**THE TASK**. Copy each line of the records below, from the first through the one that contains "(studentized range). */", exactly as written.

**SOURCE INFORMATION**.
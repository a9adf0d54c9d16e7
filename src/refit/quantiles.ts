import { studentizedRangeUpperTail } from '../stats/studentizedRange.js';
import { tUpperTail } from '../stats/tDistribution.js';
import { fUpperTail } from '../stats/fDistribution.js';

/**
 * Quantiles needed for confidence intervals (src/stats has the tails only).
 *
 * ## Method
 * Inversion of a decreasing upper-tail function by bracketing and bisection
 * (on a doubling bracket), to a relative width of 1e-13 in the quantile. The
 * tails are src/stats' tUpperTail and studentizedRangeUpperTail, which keep
 * relative accuracy in the far tail, so the root is well determined.
 *
 * ## References
 * - Press, W. H. et al. (2007). Numerical Recipes, 3rd ed., section 9.1
 *   (bracketing and bisection).
 */
function invertUpperTail(upper: (x: number) => number, target: number): number {
  let lo = 0;
  let hi = 1;
  while (upper(hi) > target) {
    lo = hi;
    hi *= 2;
    if (hi > 1e12) return Infinity;
  }
  for (let i = 0; i < 200 && hi - lo > 1e-13 * hi; i++) {
    const mid = 0.5 * (lo + hi);
    if (upper(mid) > target) lo = mid;
    else hi = mid;
  }
  return 0.5 * (lo + hi);
}

/** t such that P(T > t) = upperTail, for 0 < upperTail <= 0.5 (t >= 0). */
export function tQuantileUpper(upperTail: number, df: number): number {
  if (!(upperTail > 0 && upperTail <= 0.5)) return NaN;
  return invertUpperTail((x) => tUpperTail(x, df), upperTail);
}

/** q such that P(Q(k, df) > q) = upperTail (studentized range). */
export function studentizedRangeQuantileUpper(upperTail: number, k: number, df: number): number {
  if (!(upperTail > 0 && upperTail < 1)) return NaN;
  return invertUpperTail((x) => studentizedRangeUpperTail(x, k, df), upperTail);
}

/** f such that P(F(df1, df2) > f) = upperTail. */
export function fQuantileUpper(upperTail: number, df1: number, df2: number): number {
  if (!(upperTail > 0 && upperTail < 1)) return NaN;
  return invertUpperTail((x) => fUpperTail(x, df1, df2), upperTail);
}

**EXERCISE ANSWER**.
repository a9adf0d54c9d16e7
filename src/refit/quantiles.ts
import { studentizedRangeUpperTail } from '../stats/studentizedRange.js';
import { tUpperTail } from '../stats/tDistribution.js';
import { fUpperTail } from '../stats/fDistribution.js';

/**
 * Quantiles needed for confidence intervals (src/stats has the tails only).
 *
 * ## Method
 * Inversion of a decreasing upper-tail function by bracketing and bisection
 * (on a doubling bracket), to a relative width of 1e-13 in the quantile. The
 * tails are src/stats' tUpperTail and studentizedRangeUpperTail, which keep
 * relative accuracy in the far tail, so the root is well determined.
 *
 * ## References
 * - Press, W. H. et al. (2007). Numerical Recipes, 3rd ed., section 9.1
 *   (bracketing and bisection).
 */
function invertUpperTail(upper: (x: number) => number, target: number): number {
  let lo = 0;
  let hi = 1;
  while (upper(hi) > target) {
    lo = hi;
    hi *= 2;
    if (hi > 1e12) return Infinity;
  }
  for (let i = 0; i < 200 && hi - lo > 1e-13 * hi; i++) {
    const mid = 0.5 * (lo + hi);
    if (upper(mid) > target) lo = mid;
    else hi = mid;
  }
  return 0.5 * (lo + hi);
}

/** t such that P(T > t) = upperTail, for 0 < upperTail <= 0.5 (t >= 0). */
export function tQuantileUpper(upperTail: number, df: number): number {
  if (!(upperTail > 0 && upperTail <= 0.5)) return NaN;
  return invertUpperTail((x) => tUpperTail(x, df), upperTail);
}

/** q such that P(Q(k, df) > q) = upperTail (studentized range). */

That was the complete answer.